The place is important in demonstrating the evolution or pattern of Queensland's history.

Harris House (c. 1912), a Federation-era villa residence, is important in demonstrating the development of Toowoomba as the principal urban centre of the Darling Downs region in the 20th century. During the late 19th and early 20th century, wealthy members of society in the region established substantial homes in Toowoomba, such as Harris House, reflecting their financial and social position.

Through its setting, form, scale, design, materials and aesthetic treatment, Harris House illustrates the lifestyle of Toowoomba's prosperous residents.

The place is important in demonstrating the principal characteristics of a particular class of cultural places.

Harris House is important in demonstrating the principal characteristics of a substantial, early-20th century suburban villa residence. A single storey, masonry house in a garden setting, Harris House is a fine and intact example of its type, displaying high quality workmanship and materials, and retaining its formal plan, with entrance portico, hierarchical arrangement of generously sized rooms, and surrounding verandah.

Harris House demonstrates the principal characteristics of Federation-era domestic architecture, and is a good and highly intact example of a masonry house in a Federation style in Queensland. Characteristics of this type include: its lowest form; asymmetrical plan with protruding bays and rooms; red face brick construction; complex roof form clad in terracotta tiles; elaborate verandah detailing; leadlight glazing to principal windows; and use of a wide variety of ornamental features derived from historical styles. The high quality interior finishes and fittings demonstrate popular contemporary materials and patterns, including a range of pressed metal ceilings and cornices, glazed tiles, and the use of art nouveau-style motifs for ceilings, mantelpieces and leadlight glazing.

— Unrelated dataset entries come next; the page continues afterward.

"""Short ways to make a player, its cues and its records, for tests."""

from __future__ import annotations

from typing import Any

from support.rigs import make_show

from beamctl.show import events
from beamctl.show.player import Player
from beamctl.show.records import Record

RATE_HZ = 192_000
LATER = 10**9  # a sample by which everything is over


def at(seconds: float) -> int:
    return round(seconds * RATE_HZ)


def loop(beam: str = "a", **act: Any) -> dict[str, Any]:
    return {"beam": beam, "sound": "tone", "loop": True, "trim_db": -20.0} | act


def one_shot(beam: str = "a", **act: Any) -> dict[str, Any]:
    return {"beam": beam, "sound": "tone", "trim_db": -20.0} | act


def cue(ref: str, *acts: dict[str, Any], **more: Any) -> dict[str, Any]:
    return {"ref": ref, "title": f"cue {ref}", "act": acts} | more


def player(
    *cues: dict[str, Any], armed: bool = True, beams: tuple[str, ...] = ("a", "b")
) -> Player:
    made = Player(make_show(beams, list(cues)))
    made.sink("sink-open", 0)
    if armed:
        made.handle(events.Ready(), 0)
        made.handle(events.Confirm(), 0)
        assert made.output == "OPEN"
    return made


def whats(records: list[Record]) -> list[str]:
    return [r.what for r in records]


def reason(records: list[Record]) -> str:
    """The reason word of a single refusal."""
    (record,) = only(records, "refused")
    assert record.args["text"]
    return str(record.args["reason"])


def only(records: list[Record], what: str) -> list[Record]:
    return [r for r in records if r.what == what]
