"""A rig that hangs otherwise than its files say, and what a microphone measures of it.

A field sum of its own: point sources in free air, a constant speed and absorption, no directivity.
Feeds and cells count from 0 here.
"""

from __future__ import annotations

from collections.abc import Sequence
from dataclasses import dataclass, field

import numpy as np

from beamctl.acoustics.cells import CellMap

SPEED_M_S = 331.3 * np.sqrt(1.0 + 20.0 / 273.15)
ABSORPTION_DB_M = 1.3
CLOSE_M = 0.004  # how near a detector is held to the cells
NOISE_DB = 1.0  # every level is off by up to this


@dataclass
class FakeRig:
    """A panel in its own axes (right, out, up), its cells at 5 V, with faults put in."""

    cells: CellMap
    carrier_hz: float = 40e3
    dead: set[int] = field(default_factory=set)  # feeds
    reversed: set[int] = field(default_factory=set)
    gain_db: dict[int, float] = field(default_factory=dict)
    plugged: dict[int, int] = field(default_factory=dict)  # feed → feed whose cells it drives
    cell_db: float = 115.0  # of one cell at 0.3 m with 10 V

    def swap(self, a: int, b: int) -> None:
        """Plug two feeds into one another's place."""
        self.plugged |= {a: b, b: a}

    def pressure(self, phasors: Sequence[tuple[int, complex]], at_m: Sequence[float]) -> complex:
        """Rms pressure at a point with these feeds sounding, each a share of full scale."""
        total = 0j
        for feed, phasor in phasors:
            if feed in self.dead:
                continue
            sign = -1.0 if feed in self.reversed else 1.0
            size = sign * 10.0 ** (self.gain_db.get(feed, 0.0) / 20.0)
            for cell in np.flatnonzero(self.cells.feed == self.plugged.get(feed, feed)):
                if self.cells.dead[cell]:
                    continue
                far_m = float(np.linalg.norm(np.subtract(at_m, self.cells.at_m[cell])))
                lead = self.cells.polarity[cell] * np.exp(
                    1j * np.radians(self.cells.phase_deg[cell])
                )
                lost = 10.0 ** (-ABSORPTION_DB_M * far_m / 20.0)
                cycles = self.carrier_hz * far_m / SPEED_M_S
                strength = 20e-6 * 10.0 ** (self.cell_db / 20.0) * 0.3 * 0.5
                total += (
                    phasor * size * lead * strength * lost * np.exp(-2j * np.pi * cycles) / far_m
                )
        return complex(total)

    def level_db(
        self,
        phasors: Sequence[tuple[int, complex]],
        at_m: Sequence[float],
        rng: np.random.Generator,
    ) -> float:
        """What a meter shows there: 25 dB of its own noise with it, and an error of up to 1 dB."""
        power = abs(self.pressure(phasors, at_m)) ** 2 + (20e-6 * 10.0 ** (25.0 / 20.0)) ** 2
        return 10.0 * np.log10(power / 20e-6**2) + rng.uniform(-NOISE_DB, NOISE_DB)

    def loudest_at(self, feed: int) -> int | None:
        """The feed at whose cells a detector finds this one loudest; None: nowhere."""
        found = {}
        for cell in np.flatnonzero(~self.cells.dead):
            point = self.cells.at_m[cell] + (0.0, CLOSE_M, 0.0)
            size = abs(self.pressure([(feed, 1.0)], point))
            at = int(self.cells.feed[cell])
            found[at] = max(found.get(at, 0.0), size)
        best = max(found, key=lambda at: found[at])
        return best if found[best] > 0.0 else None

    def measure(
        self, phasors: np.ndarray, mic_m: float, reference: int, rng: np.random.Generator
    ) -> list[tuple[int, int | None, float, float | None]]:
        """By live feed: feed, heard at, level alone, and level with the reference.

        phasors  (F,) what each feed is driven with
        """
        point = (0.0, mic_m, 0.0)
        rows = []
        for feed in np.unique(self.cells.feed[~self.cells.dead]).tolist():
            alone = [(feed, phasors[feed])]
            both = [*alone, (reference, phasors[reference])]
            together = None if feed == reference else self.level_db(both, point, rng)
            rows.append((feed, self.loudest_at(feed), self.level_db(alone, point, rng), together))
        return rows
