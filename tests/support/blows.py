"""Blows to the processes of a running show, and what its output must be around them."""

from __future__ import annotations

import contextlib
import os
import pty
import select
import signal
import subprocess
import termios
import threading
import time
from collections.abc import Iterable, Iterator
from contextlib import contextmanager
from pathlib import Path
from typing import NamedTuple

import numpy as np
import soundfile
from support.ears import AUDIBLE, MS, Caught, Heard
from support.running import COMMAND, SOON_S, STARTS_S, Running, told, wait_for
from support.smallshow import CELL, GUARD, HOUSE, RATE_HZ

from beamctl.engine import layout as at
from beamctl.engine.chain import Chain
from beamctl.engine.outlet import Outlet
from beamctl.host.loading import prepare_sounds
from beamctl.host.offline import Stream
from beamctl.host.places import memory_folder, show_key, state_folder
from beamctl.show.records import Record
from beamctl.show.show import Show

RAMP = 20 * MS
TITLE = "a loop that travels"

SHEET = f"""format = 1
title = "Blows"
[beam.drone]
panel = "square"
[[cue]]
ref = "1"
title = "{TITLE}"
[[cue.act]]
beam = "drone"
sound = "noise.wav"
loop = true
seat = "A1"
law = "ssb"
trim_db = -12.0
over_s = 0.05
[[cue.act]]
at_s = 0.1
beam = "drone"
seat = "A4"
over_s = 60.0
"""

RIG = f"""format = 1
rate_hz = {RATE_HZ}
ring_ms = 32.0
[panel.square]
at_m = [0.0, 0.0, 3.0]
tilt_deg = -17.0
grid = {{ columns = 4, rows = 2, pitch_mm = 10.0 }}
{CELL}"""


def write_loop_show(folder: Path) -> Path:
    """Eight feeds, one cue: a loop of noise under a beam that travels, so that no frame recurs."""
    (folder / "sounds").mkdir(parents=True)
    for name, text in {"sheet": SHEET, "rig": RIG, "house": HOUSE, "guard": GUARD}.items():
        (folder / f"{name}.toml").write_text(text)
    noise = np.random.default_rng(7).normal(0.0, 0.1, 60_007)  # 50 005 5/6 periods of the carrier
    soundfile.write(folder / "sounds/noise.wav", noise, 48_000)
    return folder


class Blow(NamedTuple):
    """When a blow fell: the frame that the final stage was to send next, and the time."""

    frame: int
    at_s: float

    def since_ms(self) -> float:
        """Time since the blow."""
        return 1000.0 * (time.monotonic() - self.at_s)


# -- processes --------------------------------------------------------------------------------


def strike(outlet: Outlet, pid: int, how: signal.Signals) -> Blow:
    """Send `how` to a process at once after the final stage let a block of an open output out."""
    before, until_s = outlet.count(at.SOUNDED), time.monotonic() + SOON_S
    while outlet.count(at.SOUNDED) == before or outlet.gate_gain < 1.0:
        assert time.monotonic() < until_s, "nothing sounds, so a blow would show nothing"
        time.sleep(0.0002)
    blow = Blow(outlet.count(at.READ), time.monotonic())
    os.kill(pid, how)
    assert outlet.count(at.GATE) == 1
    return blow


@contextmanager
def going_on(pid: int) -> Iterator[None]:
    """A stopped process goes on when the block is left, whatever became of the test."""
    try:
        yield
    finally:
        os.kill(pid, signal.SIGCONT)


def children_of(running: Running, log: str) -> list[int]:
    """Process numbers of those children of a host that write to this log."""
    host = running.process.pid
    found = []
    for child in Path(f"/proc/{host}/task/{host}/children").read_text().split():
        with contextlib.suppress(OSError):  # it may end meanwhile
            if Path(f"/proc/{child}/fd/1").readlink().name == log:
                found.append(int(child))
    return found


def engines_of(running: Running) -> list[int]:
    """Process numbers of the engines of a host."""
    return children_of(running, "engine.log")


def engine_of(running: Running) -> int:
    """Process number of its one engine."""
    (found,) = engines_of(running)
    return found


def guard_of(running: Running) -> int:
    """Process number of the guard of a host."""
    (found,) = children_of(running, "guard.log")
    return found


class Watched:
    """A process that is not ours, whose end is noticed at once."""

    def __init__(self, pid: int) -> None:
        self.pid = pid
        self._handle = os.pidfd_open(pid)

    def renders_no_more(self) -> bool:
        """True once its main thread is dead; others may still be dying."""
        try:
            state = Path(f"/proc/{self.pid}/stat").read_bytes().rpartition(b")")[2].split()[0]
        except OSError:
            return True
        return state in (b"Z", b"X")

    def ended(self, timeout_s: float = SOON_S) -> bool:
        """True once all of the process is dead."""
        poll = select.poll()
        poll.register(self._handle, select.POLLIN)
        return bool(poll.poll(1000.0 * timeout_s))

    def close(self) -> None:
        """Watch no more."""
        os.close(self._handle)


@contextmanager
def watched(pid: int) -> Iterator[Watched]:
    """The process of this number, watched."""
    process = Watched(pid)
    try:
        yield process
    finally:
        process.close()


class Desk:
    """A desk that has joined a host, on a terminal that is read, or that nobody ever reads."""

    def __init__(self, show: Path, frozen: bool) -> None:
        read = state_folder() / "cautioned" / show_key(show)  # the caution, some other day
        read.parent.mkdir(parents=True, exist_ok=True)
        read.touch()
        self._ours, theirs = pty.openpty()
        termios.tcsetwinsize(self._ours, (60, 200))
        self.process = subprocess.Popen(
            [*COMMAND, "desk", str(show)],
            stdin=theirs,
            stdout=theirs,
            stderr=theirs,
            start_new_session=True,
        )
        os.close(theirs)
        self.shown = bytearray()
        if not frozen:
            threading.Thread(target=self._read, daemon=True).start()

    def is_blocked(self) -> bool:
        """True when a thread of the desk waits for its terminal to take what it writes."""
        for thread in Path(f"/proc/{self.process.pid}/task").iterdir():
            with contextlib.suppress(OSError):  # it may end meanwhile
                where = (thread / "wchan").read_text()
                if "tty" in where or where == "wait_woken":
                    return True
        return False

    def end(self) -> None:
        """Kill what is left of it."""
        self.process.kill()
        self.process.wait(SOON_S)
        os.close(self._ours)

    def _read(self) -> None:
        try:
            while block := os.read(self._ours, 65_536):
                self.shown += block
        except OSError:  # nobody holds the other end any more
            return


@contextmanager
def desk(show: Path, frozen: bool = False) -> Iterator[Desk]:
    """A desk that shows the sheet, or one whose terminal nobody ever reads."""
    found = Desk(show, frozen)
    try:
        if not frozen:
            wait_for(lambda: TITLE.encode() in found.shown, "the desk to show the sheet", STARTS_S)
        yield found
    finally:
        found.end()


# -- a show that plays ------------------------------------------------------------------------


class Stage:
    """A show on a host, and an eye on the final stage of its engine."""

    def __init__(self, running: Running, folder: Path) -> None:
        self.running = running
        self._path = memory_folder() / f"{show_key(folder)}.outlet"
        self.join()

    def join(self) -> None:
        """Look at the engine that runs now, once the guard does too."""
        self.outlet = Outlet.attach(self._path)
        lease = self.outlet.memory[at.LEASE_UNTIL :]
        wait_for(lambda: lease[0] > self.outlet.count(at.READ), "the guard's lease", STARTS_S)

    def play(self) -> None:
        """Open the output and fire the cue, until both its acts are under way and written down."""
        self.running.open()
        self.running.act("go", ref="1")
        journal = self.running.journal
        wait_for(lambda: len(told(journal, "aim")) == 2, "the travel in the journal")
        self.running.pass_by(0.1)
        self.outlet.events()  # the host has written these

    def final_records(self) -> list[Record]:
        """What the final stage did since the cue was played, as a host that lives writes it."""
        found = []
        args: dict[str, object]
        for event in self.outlet.events():
            if event.name == "dry":
                found.append(Record(event.sample, "dry", args={"n": event.value}))
            elif event.name == "granted":
                args = {"ceilings": self.outlet.granted(event.value)}
                found.append(Record(event.sample, "grant", args=args))
            else:
                args = {"open": int(event.name == "opened"), "n": event.value, "why": event.name}
                found.append(Record(event.sample, "gate", args=args))
        return found


def again(show: Show, records: Iterable[Record], start: int, until: int) -> Heard:
    """Frames `start` to `until` of a show under these records, through renderer and final stage."""
    chain = Chain(show, prepare_sounds(show, lambda *_: None), start)
    for record in records:
        chain.put(record)
    out = np.zeros((until - start, show.channels), np.float32)
    chain.render(out)
    return Heard(start, out)


class Judge:
    """Holds what was heard of one engine against the replay of what it was sent."""

    def __init__(self, show: Show, stream: Stream, until: int | None = None) -> None:
        """`until`: the frame that an engine came to which could not tell it itself."""
        if until is None:
            assert stream.left is not None
            until = int(stream.left.args["read"])
        self.start, self.until = stream.start, until
        self._gates = [r for r in stream.records if r.what == "gate"]
        self.expected = again(show, stream.records, self.start, until)
        unclosed = [r for r in stream.records if r.what != "gate" or r.args["open"]]
        self.asked = again(show, unclosed, self.start, until)

    def gates(self) -> list[tuple[str, int]]:
        """Why the gate moved, and when."""
        return [(str(r.args["why"]), r.sample) for r in self._gates]

    def same_and_no_louder(self, caught: Caught, tolerance: float, cut: bool = False) -> Heard:
        """What left is the replay, and nowhere above what the cue asked.

        Before the engine began, after it ended, and from a `cut` on, nothing sounds at all.
        """
        heard = caught(self.expected)
        begin = max(heard.first, self.start)
        end = heard.silent_from() if cut else min(heard.end, self.until)
        assert begin < end <= self.until
        assert not heard.between(heard.first, begin).any()
        assert not heard.between(end, heard.end).any()
        sent = heard.between(begin, end)
        expected, asked = (h.between(begin, end) for h in (self.expected, self.asked))
        np.testing.assert_allclose(sent, expected, rtol=0.0, atol=tolerance)
        assert (np.abs(sent) <= np.abs(asked) + tolerance).all()
        return heard

    def falls_by_the_ramp(self, heard: Heard, begin: int) -> None:
        """From `begin` on, for 20 ms, the output follows half a cosine down to nothing."""
        sent, full = (h.between(begin, begin + RAMP) for h in (heard, self.asked))
        assert (np.abs(full).max(axis=1) > AUDIBLE).mean() > 0.5
        fall = np.cos(0.5 * np.pi * np.arange(RAMP) / RAMP)[:, np.newaxis] ** 2
        np.testing.assert_allclose(sent, fall * full, rtol=0.0, atol=1e-5)
        assert not heard.between(begin + RAMP, begin + 2 * RAMP).any()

The place is important because of its aesthetic significance.

Harris House is important for the beautiful attributes of its composition and fine architectural quality. The symmetrical east façade is a well-proportioned composition of formal building elements including bay windows, ornamental gables and a tall projecting portico, which, in combination with the house's elevation above street level and substantial front staircase, creates an impressive entrance sequence. Rooms are formally arranged around a wide central passageway, which is dramatically lit by a roof lantern. Largely intact, the generously sized rooms and spaces retain high quality fittings and finishes, including timber joinery, decorative plasterwork, ornate mantelpieces and pressed metal ceilings.

The house is visually prominent on its elevated corner site and framed by mature trees, including three large Atlas cedar trees, which make a substantial contribution to its Federation-era suburban villa setting.